In a word, I think blogging is good for me, so I look forward to doing more of it, seeing it as an intentional practice that helps me and my writing. It’s good, I think, to have a format and forum that force me to check in with myself, as it were, to see how I’m “really” doing from one day to the next. In my teaching, I encourage my students to practice a three-step process of inquiry in their reading and research: first, notice what you see (the art of observation); next, ask questions (the art of inquiry); and third, explore potential answers to the questions you’ve posed (the art of hypothesis). What I do here in my blogging is a combination of all three, tossed with a dollop of contemplative self-reflection: the art of inside.

This is a lightly edited version of part of yesterday’s hand-scribbled journal entry: proof that blogging and journal-keeping aren’t always at opposite sides of the writing spectrum.

Just a note

One of the things I’ve missed during the past two busier-than-usual months has been having time to blog more regularly. On the one hand, I’ve missed being able to write long, carefully crafted posts: posts long enough to let my writer’s-mind wander off leash until it sniffs up something meaty to savor. The whole reason I started blogging, after all, was to give my writer’s-mind such a place to roam, so it bothers me when I’m too busy with other things to devote the time here I feel my writing deserves. After two months of such blog-neglect, my writer’s-mind starts to chafe at its chain: “Let me loose, already!”

Chris was here

But over these past two busier-than-usual months, I’ve also missed having the time, opportunity, and energy to post “early and often,” offering what I’ve previously called “postcard” entries–a quick picture along with a sentence or two–as a simple way of saying “I’m still here!” Although my writer’s-mind feels caged and cagey if I over-rely upon picture postcards to feed the blog, I’ve come to see a genuine value to these quickie posts . They keep Hoarded Ordinaries warm, so to speak, by keeping a virtual light on. Even when I don’t have time to socialize, I can pop in every now and then to let you know I’m still standing: “The weather is beautiful; wish you were here!”

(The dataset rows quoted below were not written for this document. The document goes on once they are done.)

import { and, asc, count, eq, inArray, sql } from "drizzle-orm";
import { METALS, type Metal, type MetalReading } from "@analysis/metals/reading";
import { utcDate } from "../../db/values";
import { db } from "../../db/client";
import { fillSources, pools } from "../../db/schema";
import type { Scope } from "../../guard";
import { poolsInScope } from "../scope";
import { sharedSourceAlertList, type SourceAlert } from "./shared-source-alerts";
import { sourceTestRows } from "./rows";
import type { AnalyticsParams } from "./window";

export type PoolMetalState = "open" | "clear" | "not-tested";

export type SourceHealthPool = {
  poolId: number;
  street: string;
  routeName: string | null;
  metals: Record<Metal, { state: PoolMetalState; lastTestedAt: string | null }>;
};

export type SourceHealth = {
  fillSourceId: number;
  name: string;
  kind: string;
  /** Active pools on the source across the company. */
  activePools: number;
  pools: SourceHealthPool[];
  sourceTests: Array<{ sampledOn: string; copper: MetalReading | null; iron: MetalReading | null; manganese: MetalReading | null }>;
  alerts: SourceAlert[];
  flagged: boolean;
};

export type SourceHealthReport = { sources: SourceHealth[]; flaggedPoolsInScope: number };

/**
 * Per pool and metal, the last elevated, last clear and last tested time,
 * grouped in MariaDB (one row per pool). An episode is open when the last
 * elevated reading is later than the last clear one: only a clear reading
 * closes it.
 */
async function poolMetalStates(scope: Scope, poolIds: readonly number[], params: AnalyticsParams) {
  if (poolIds.length === 0) return new Map<number, SourceHealthPool["metals"]>();
  const columns = METALS.map((metal) => {
    const value = sql.raw(`t.${metal}`);
    const below = sql.raw(`t.${metal}_below_detection`);
    const { elevated, clear } = params.thresholds[metal];
    return sql`
      MAX(CASE WHEN ${value} IS NOT NULL THEN t.sampled_at END) AS ${sql.raw(`${metal}_last`)},
      MAX(CASE WHEN ${value} IS NOT NULL AND ((${below} = 1 AND ${value} <= ${clear}) OR (${below} = 0 AND ${value} < ${clear})) THEN t.sampled_at END) AS ${sql.raw(`${metal}_clear`)},
      MAX(CASE WHEN ${below} = 0 AND ${value} >= ${elevated} THEN t.sampled_at END) AS ${sql.raw(`${metal}_elevated`)}`;
  });
  const [rows] = (await db().execute(sql`
    SELECT t.pool_id, ${sql.join(columns, sql`, `)}
    FROM water_tests t JOIN pools ON pools.id = t.pool_id
    WHERE ${poolsInScope(scope)} AND t.company_id = ${scope.companyId}
      AND t.pool_id IN (${sql.join(poolIds.map((id) => sql`${id}`), sql`, `)})
      ${params.window.from ? sql`AND t.sampled_at >= ${params.window.from}` : sql``}
      ${params.window.to ? sql`AND t.sampled_at <= ${params.window.to}` : sql``}
    GROUP BY t.pool_id
  `)) as unknown as [Array<Record<string, unknown>>];
  const states = new Map<number, SourceHealthPool["metals"]>();
  for (const row of rows) {
    const metals = {} as SourceHealthPool["metals"];
    for (const metal of METALS) {
      const last = utcDate(row[`${metal}_last`]);
      const lastClear = utcDate(row[`${metal}_clear`]);
      const lastElevated = utcDate(row[`${metal}_elevated`]);
      const state: PoolMetalState = !last ? "not-tested" : lastElevated && (!lastClear || lastElevated > lastClear) ? "open" : "clear";
      metals[metal] = { state, lastTestedAt: last?.toISOString() ?? null };
    }
    states.set(Number(row.pool_id), metals);
  }
  return states;
}

const untested = (): SourceHealthPool["metals"] => ({
  copper: { state: "not-tested", lastTestedAt: null },
  iron: { state: "not-tested", lastTestedAt: null },
  manganese: { state: "not-tested", lastTestedAt: null },
});

/**
 * Every fill source the member may see (a technician: the sources of their
 * own pools) with its pools in scope and their metal state, its fill-water
 * tests and its shared-source alerts.
 */
export async function sourceHealth(scope: Scope, params: AnalyticsParams): Promise<SourceHealthReport> {
  const scopedPools = await db()
    .select({ id: pools.id, street: pools.street, fillSourceId: pools.fillSourceId, routeId: pools.routeId })
    .from(pools)
    .where(and(poolsInScope(scope), eq(pools.active, true)))
    .orderBy(asc(pools.street));
  const technician = scope.routeIds !== null;
  const ownSourceIds = [...new Set(scopedPools.map((p) => p.fillSourceId).filter((id): id is number => id !== null))];
  const sources = await db()
    .select({ id: fillSources.id, name: fillSources.name, kind: fillSources.kind })
    .from(fillSources)
    .where(
      and(
        eq(fillSources.companyId, scope.companyId),
        technician ? (ownSourceIds.length ? inArray(fillSources.id, ownSourceIds) : sql`false`) : undefined,
      ),
    )
    .orderBy(asc(fillSources.name));
  const sourceIds = sources.map((s) => s.id);
  if (sourceIds.length === 0) return { sources: [], flaggedPoolsInScope: 0 };

  const onSources = scopedPools.filter((p) => p.fillSourceId !== null);
  const [active, tests, alerts, states, routeNames] = await Promise.all([
    db()
      .select({ sourceId: pools.fillSourceId, n: count() })
      .from(pools)
      .where(and(eq(pools.companyId, scope.companyId), eq(pools.active, true), inArray(pools.fillSourceId, sourceIds)))
      .groupBy(pools.fillSourceId),
    sourceTestRows(scope.companyId, sourceIds),
    sharedSourceAlertList(scope, params),
    poolMetalStates(scope, onSources.map((p) => p.id), params),
    db().execute(sql`SELECT id, name FROM routes WHERE company_id = ${scope.companyId}`) as unknown as Promise<[Array<{ id: number; name: string }>]>,
  ]);
  const routeName = new Map(routeNames[0].map((r) => [Number(r.id), String(r.name)]));
  const activeBySource = new Map(active.map((a) => [a.sourceId, a.n]));
  let flaggedPoolsInScope = 0;
  const report = sources.map((s) => {
    const sourceAlerts = alerts.alerts.filter((a) => a.fillSourceId === s.id);
    const sourcePools = onSources
      .filter((p) => p.fillSourceId === s.id)
      .map((p) => ({
        poolId: p.id,
        street: p.street,
        routeName: p.routeId === null ? null : (routeName.get(p.routeId) ?? null),
        metals: states.get(p.id) ?? untested(),
      }));
    const flagged = sourceAlerts.length > 0;
    if (flagged) flaggedPoolsInScope += sourcePools.length;
    return {
      fillSourceId: s.id,
      name: s.name,
      kind: s.kind,
      activePools: activeBySource.get(s.id) ?? 0,
      pools: sourcePools,
      sourceTests: tests
        .filter((t) => t.fillSourceId === s.id)
        .map((t) => ({ sampledOn: t.sampledOn, copper: t.copper, iron: t.iron, manganese: t.manganese })),
      alerts: sourceAlerts,
      flagged,
    };
  });
  // Flagged sources first, then by name.
  report.sort((a, b) => Number(b.flagged) - Number(a.flagged) || a.name.localeCompare(b.name));
  return { sources: report, flaggedPoolsInScope };
}
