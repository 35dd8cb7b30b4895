import { requireArea } from "~/.server/guard";
import { companyPreferences } from "~/.server/settings/queries/company-settings";
import { listPools, POOL_SORTS, POOL_STATUSES } from "~/.server/routebook/queries/pools";
import { routeOptions } from "~/.server/routebook/queries/routes";
import { sourceOptions } from "~/.server/routebook/queries/sources";
import { type Column, FilterSelect } from "~/components/data-table";
import { options } from "~/components/form-controls";
import { ListPage, NameCell } from "~/components/routebook/list-table";
import { filterOptions } from "~/lib/archived";
import { formatDate } from "~/lib/format";
import { SURFACES } from "~/lib/forms/routebook";
import { labelOf, SURFACE_LABELS } from "~/lib/labels";
import { enumFilter, idFilter, listParams } from "~/lib/list-params";
import { roleMayOpen } from "~/lib/roles";
import { formatVolume, VOLUME_UNIT } from "~/lib/units";
import type { Route } from "./+types/pools";

export const meta: Route.MetaFunction = () => [{ title: "Pools · Patina" }];

export async function loader({ request, context }: Route.LoaderArgs) {
  const scope = requireArea(context, "pools");
  const url = new URL(request.url);
  const params = listParams(url, POOL_SORTS, "street");
  const filters = {
    routeId: idFilter(url, "route"),
    fillSourceId: idFilter(url, "source"),
    surface: enumFilter(url, "surface", SURFACES),
    status: enumFilter(url, "status", POOL_STATUSES) ?? "active",
  };
  const [list, routes, sources, prefs] = await Promise.all([
    listPools(scope, params, filters),
    routeOptions(scope),
    sourceOptions(scope),
    companyPreferences(scope),
  ]);
  return { ...list, params, routes, sources, units: prefs.units, timeZone: prefs.timeZone, mayEdit: roleMayOpen(scope.role, "routebookEdit") };
}

const POOL_STATUS_OPTIONS = [
  { value: "active", label: "In service" },
  { value: "archived", label: "Archived" },
  { value: "all", label: "All" },
];

type Row = Route.ComponentProps["loaderData"]["rows"][number];

export default function Pools({ loaderData }: Route.ComponentProps) {
  const { routes, sources, units, timeZone } = loaderData;
  const columns: Array<Column<Row>> = [
    { key: "street", label: "Pool", sortKey: "street", cell: (r) => <NameCell to={`/pools/${r.id}`}>{r.street}</NameCell> },
    { key: "account", label: "Account", sortKey: "account", wide: true, cell: (r) => r.accountCode },
    { key: "customer", label: "Customer", sortKey: "customer", cell: (r) => r.customerName },
    { key: "neighbourhood", label: "Neighbourhood", sortKey: "neighbourhood", wide: true, cell: (r) => r.neighbourhood ?? "—" },
    { key: "route", label: "Route", sortKey: "route", wide: true, cell: (r) => r.routeName ?? "no route" },
    { key: "source", label: "Fill water", wide: true, cell: (r) => r.fillSourceName ?? "unknown" },
    { key: "surface", label: "Surface", wide: true, cell: (r) => labelOf(SURFACE_LABELS, r.surface) },
    { key: "volume", label: `Volume (${VOLUME_UNIT[units]})`, sortKey: "volume", numeric: true, wide: true, cell: (r) => formatVolume(r.volumeLitres, units) },
    { key: "lastTest", label: "Last test", sortKey: "lastTest", cell: (r) => (r.active ? formatDate(r.lastTest, timeZone) : "archived") },
  ];
  return (
    <ListPage title="Pools" nouns={["pool", "pools"]} add={{ to: "/pools/new", label: "Add a pool" }} list={loaderData} columns={columns}
      searchLabel="Search address, customer or account" emptyText="No pools here yet.">
      <FilterSelect name="route" label="Route" allLabel="All routes" options={filterOptions(routes)} />
      <FilterSelect name="source" label="Fill water" allLabel="All sources" options={filterOptions(sources)} />
      <FilterSelect name="surface" label="Surface" allLabel="All surfaces" options={options(SURFACE_LABELS)} />
      <FilterSelect name="status" label="Status" options={POOL_STATUS_OPTIONS} />
    </ListPage>
  );
}

export { ErrorPanel as ErrorBoundary } from "~/components/error-panel";
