import { Form } from "react-router";
import { METALS } from "@analysis/metals/reading";
import { requireArea } from "~/.server/guard";
import { companyPreferences } from "~/.server/settings/queries/company-settings";
import { updateCompanySettings } from "~/.server/settings/commands/update-company-settings";
import { refusedAnswer } from "~/.server/command-result";
import { SaveFooter, SelectField, TextField } from "~/components/form-controls";
import { formObject } from "~/lib/forms/fields";
import { parseSettingsForm } from "~/lib/forms/settings";
import { METAL_LABELS } from "@analysis/metals/names";
import type { Route } from "./+types/settings";

export const meta: Route.MetaFunction = () => [{ title: "Settings · Patina" }];

export async function loader({ context }: Route.LoaderArgs) {
  const scope = requireArea(context, "settings");
  const prefs = await companyPreferences(scope);
  return {
    name: prefs.name,
    town: prefs.town,
    prefs,
    timeZones: ["UTC", ...Intl.supportedValuesOf("timeZone")],
    currencies: currencyOptions(),
  };
}

/** Every currency the server knows, by code and name; read on the server so the page's list is the one it checks against. */
function currencyOptions() {
  const names = new Intl.DisplayNames("en", { type: "currency" });
  return Intl.supportedValuesOf("currency").map((code) => ({ value: code, label: `${code} · ${names.of(code) ?? code}` }));
}

export async function action({ request, context }: Route.ActionArgs) {
  const scope = requireArea(context, "settings");
  const parsed = parseSettingsForm(formObject(await request.formData()));
  if (!parsed.ok) {
    return refusedAnswer({ fieldErrors: parsed.fieldErrors, formError: "Some settings need a look; nothing was saved." });
  }
  await updateCompanySettings(scope, parsed.value);
  return { ok: true as const, fieldErrors: {}, formError: null };
}

export default function Settings({ loaderData, actionData }: Route.ComponentProps) {
  const { name, town, prefs, timeZones, currencies } = loaderData;
  const errors = actionData?.fieldErrors;
  return (
    <div className="max-w-2xl space-y-6">
      <div>
        <h1 className="text-2xl font-semibold tracking-tight">Company settings</h1>
        <p className="text-muted">
          {name}
          {town ? ` · ${town}` : ""}
        </p>
      </div>
      <Form method="post" className="space-y-6" noValidate>
        <section aria-labelledby="thresholds" className="space-y-3 rounded-xl border border-line bg-white p-4">
          <h2 id="thresholds" className="text-lg font-semibold">Metal levels (mg/L)</h2>
          <p className="text-sm text-muted">
            A reading at or above “elevated” opens a metal episode; only a reading below “clear” closes it. These are staining
            levels from common practice, not health limits.
          </p>
          {METALS.map((metal) => (
            <div key={metal} className="grid grid-cols-2 gap-3">
              <TextField name={`${metal}Elevated`} label={`${METAL_LABELS[metal]}: elevated at or above`} inputMode="decimal" defaultValue={prefs.thresholds[metal].elevated} errors={errors} />
              <TextField name={`${metal}Clear`} label={`${METAL_LABELS[metal]}: clear below`} inputMode="decimal" defaultValue={prefs.thresholds[metal].clear} errors={errors} />
            </div>
          ))}
        </section>
        <section aria-labelledby="balance" className="space-y-3 rounded-xl border border-line bg-white p-4">
          <h2 id="balance" className="text-lg font-semibold">Water balance</h2>
          <p className="text-sm text-muted">Saturation index counted as balanced between these values (common practice: −0.3 to +0.3).</p>
          <div className="grid grid-cols-2 gap-3">
            <TextField name="balanceLow" label="Balanced from" inputMode="decimal" defaultValue={prefs.balanceBand.low} errors={errors} />
            <TextField name="balanceHigh" label="Balanced up to" inputMode="decimal" defaultValue={prefs.balanceBand.high} errors={errors} />
          </div>
        </section>
        <section aria-labelledby="units" className="space-y-3 rounded-xl border border-line bg-white p-4">
          <h2 id="units" className="text-lg font-semibold">Units, time and currency</h2>
          <SelectField
            name="unitSystem"
            label="Units"
            defaultValue={prefs.units}
            options={[
              { value: "us", label: "US (gallons, °F)" },
              { value: "metric", label: "Metric (litres, °C)" },
            ]}
            errors={errors}
          />
          <SelectField
            name="timeZone"
            label="Time zone (decides which weekday's route is today)"
            defaultValue={prefs.timeZone}
            options={timeZones.map((z) => ({ value: z, label: z }))}
            errors={errors}
          />
          <SelectField name="currency" label="Currency (every cost is shown in it)" defaultValue={prefs.currency} options={currencies} errors={errors} />
        </section>
        {actionData?.ok ? (
          <p role="status" className="rounded-lg bg-verdigris-50 px-3 py-2 text-sm font-medium">
            Settings saved.
          </p>
        ) : null}
        <SaveFooter formError={actionData?.formError}>Save settings</SaveFooter>
      </Form>
    </div>
  );
}

export { ErrorPanel as ErrorBoundary } from "~/components/error-panel";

When I first separated from my ex-husband, I spent a week or so sharing wordless postcards: my way of checking in even when I had nothing I wanted to say. At the time, an out-of-state friend told me she’d check the blog every few days just to make sure I was still “around” even when I didn’t have the time, energy, or wherewithal to email, like checking to make sure an elderly neighbor’s lights turned on and off at the proper times: signs of life.

Storm-tossed

This morning, Leslee announced that she’s thinking of participating in NaBloPoMo: National Blog Posting Month, a shared endeavor by bloggers to post every day for a month. Like Leslee, I’m not ready to make a definite commitment: I wouldn’t want to make a promise I can’t keep, and although November will be less busy than October was, it won’t exactly be leisurely. But I find it interesting that Leslee, on the eve of NaBloPoMo, has starting blogging mini-posts she calls Nubbins: two or three lines of prose that serve the same function as postcards. Could it be that the philosophy of “early and often” is in the autumnal air as folks in my corner of the blogosphere realize that in darkening days, it’s more important than ever to keep your lights on?

And so, I hope to be blogging more regularly now that November is here, realizing in retrospect that sometimes your writer’s-mind surprises you when it tugs free from its leash on a day when you thought you didn’t have time for a proper stroll. Sometimes, when you sit down to write just a note, your lines grow longer and more leisurely, and before you know it, you have an entire letter, ripe to share. What better time than November to commit oneself to such a daily harvest?